EX-5.1 2 dex51.htm OPINION OF ANDREWS KURTH LLP Opinion of Andrews Kurth LLP

Exhibit 5.1

[Letterhead of Andrews Kurth LLP]

August 26, 2009

Flotek Industries, Inc.

2930 W. Sam Houston Pkwy N., Suite 300

Houston, Texas 77043

Ladies and Gentlemen:

We have acted as counsel to Flotek Industries, Inc., a Delaware corporation (the “Company”), in connection with the Company’s registration statement on Form S-3 (the “Registration Statement”), filed with the Securities and Exchange Commission (the “SEC”) pursuant to the Securities Act of 1933, as amended (the “Securities Act”), of the offer and sale by the selling stockholders named in the Registration Statement of up to an aggregate of 7,697,384 shares (the “Shares”) of the Company’s common stock, par value $0.0001 per share (the “Common Stock”), which includes 5,217,384 shares of Common Stock (the “Conversion Shares”) issuable upon conversion of outstanding shares of preferred stock (the “Preferred Stock”) held by the selling stockholders and 2,480,000 shares of Common Stock (the “Warrant Shares”) issuable upon exercise of outstanding warrants (the “Warrants”) held by the selling stockholders.

As the basis for the opinion hereinafter expressed, we have examined: (i) originals, or copies certified or otherwise identified, of (a) the Registration Statement; (b) the Amended and Restated Certificate of Incorporation of the Company, as amended to date; (c) the Bylaws of the Company, as amended to date; (d) certain resolutions of the Board of Directors of the Company; and (e) such other instruments and documents as we have deemed necessary or advisable for the purposes of this opinion; and (ii) such statutes, including the Delaware General Corporation Law and regulations as we have deemed necessary or advisable for the purposes of this opinion. We have not independently verified any factual matter relating to this opinion.

In making our examination, we have assumed and have not verified (i) that all signatures on documents examined by us are genuine, (ii) the legal capacity of all natural persons, (iii) the authenticity of all documents submitted to us as originals and (iv) the conformity to the original documents of all documents submitted to us as certified, conformed or photostatic copies.

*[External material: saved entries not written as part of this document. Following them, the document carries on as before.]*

def _draw_spectrum(ax: Any, ps: PowerSpectrum, fit: Any, result: Any) -> None:
    pos = ps.freq > 0
    ax.loglog(ps.freq[pos], ps.density[pos], color="#d5dae2", lw=0.3, rasterized=True,
              label="power density")
    centres, smooth = log_binned(ps.freq, ps.density)
    ax.loglog(centres, smooth, color=_DATA, lw=1.0, label="mean in log-spaced bins")
    freq = np.geomspace(max(ps.freq[1], 0.5), ps.freq[-1], 800)
    parts = fit.parts(freq)
    styles = {"granulation 1": ("--", "#7c8da6"), "granulation 2": ("-.", "#7c8da6"),
              "white noise": (":", "#7c8da6"), "envelope": ("-", _MARK)}
    for label, values in parts.items():
        ls, colour = styles.get(label, ("-", "#999999"))
        ax.loglog(freq, values, ls=ls, color=colour, lw=1.2, label=label)
    ax.loglog(freq, fit.model.psd(freq, fit.params), color=_SMOOTH, lw=1.8,
              label="fitted model")
    if result.detected and result.numax is not None:
        ax.axvline(result.numax.value, color=_MARK, lw=1, ls="--",
                   label=f"numax {result.numax.value:.3g} μHz")
    finite = smooth[smooth > 0]
    if finite.size:
        ax.set_ylim(finite.min() / 3, finite.max() * 5)
    ax.set_xlim(max(ps.freq[pos][0], 0.5), ps.freq[-1])
    ax.set_xlabel("Frequency (μHz)")
    ax.set_ylabel("Power density (ppm²/μHz)")
    ax.set_title("Spectrum and fitted background", fontsize=10)
    ax.legend(loc="lower left", fontsize=7, frameon=False, ncol=2)


def _draw_zoom(ax: Any, ps: PowerSpectrum, fit: Any, pattern: Any, result: Any) -> None:
    numax = result.numax.value
    width = fit.value("envelope:width")
    lo, hi = max(numax - 3 * width, ps.freq[1]), min(numax + 3 * width, ps.freq[-1])
    sel = (ps.freq >= lo) & (ps.freq <= hi)
    snr = ps.density[sel] / fit.background(ps.freq[sel])
    ax.plot(ps.freq[sel], snr, color="#c3cad6", lw=0.4, rasterized=True,
            label="spectrum / background")
    step = max(1, int(round(max(0.1, 3 * ps.resolution) / ps.df)))
    kernel = np.ones(step) / step
    ax.plot(ps.freq[sel], np.convolve(snr, kernel, mode="same"), color=_DATA, lw=0.8,
            label="smoothed")
    if pattern is not None and "dnu_pattern_disagrees" not in pattern.flags:
        modes = pattern.modes
        for ell, colour, name in ((0, _SMOOTH, "l=0"), (2, _MARK, "l=2")):
            f = modes.frequency[modes.l == ell]
            f = f[(f >= lo) & (f <= hi)]
            for i, value in enumerate(f):
                ax.axvline(value, color=colour, lw=0.8, alpha=0.8,
                           label=f"fitted {name}" if i == 0 else None)
    ax.set_xlim(lo, hi)
    ax.set_ylim(0, max(10.0, np.percentile(snr, 99.9) * 1.1))
    ax.set_xlabel("Frequency (μHz)")
    ax.set_ylabel("Power / background")
    ax.set_title("Around numax", fontsize=10)
    ax.legend(loc="upper right", fontsize=7, frameon=False)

Based on the foregoing and such legal considerations as we deem relevant, and subject to the assumptions, limitations and qualifications set forth herein, we are of the opinion that (i) the Shares have been duly authorized, (ii) when issued by the Company upon conversion of the Preferred Stock in accordance with the terms of the certificate of designations governing such Preferred Stock, the Conversion Shares will be validly issued, fully paid and non-assessable, and (iii) when issued by the Company against payment therefor in accordance with the terms of the Warrants, the Warrant Shares will be validly issued, fully paid and non-assessable.


Flotek Industries, Inc.

August 26, 2009

Page 2

 

We express no opinion other than as to the federal laws of the United States of America and the Delaware General Corporation Law (including the statutory provisions, the applicable provisions of the Delaware Constitution and reported judicial decisions interpreting the foregoing). For purposes of this opinion, we assume that the Conversion Shares and the Warrant Shares will be issued in compliance with all applicable state securities or blue sky laws.

We hereby consent to the filing of this opinion as Exhibit 5.1 to the Registration Statement. In giving this consent, we do not thereby admit that we are included in the category of persons whose consent is required under Section 7 of the Securities Act or the rules and regulations of the SEC issued thereunder.

Our opinion is rendered as of the date hereof, and we assume no obligation to update or supplement our opinion to reflect any change of fact, circumstance or law after such time.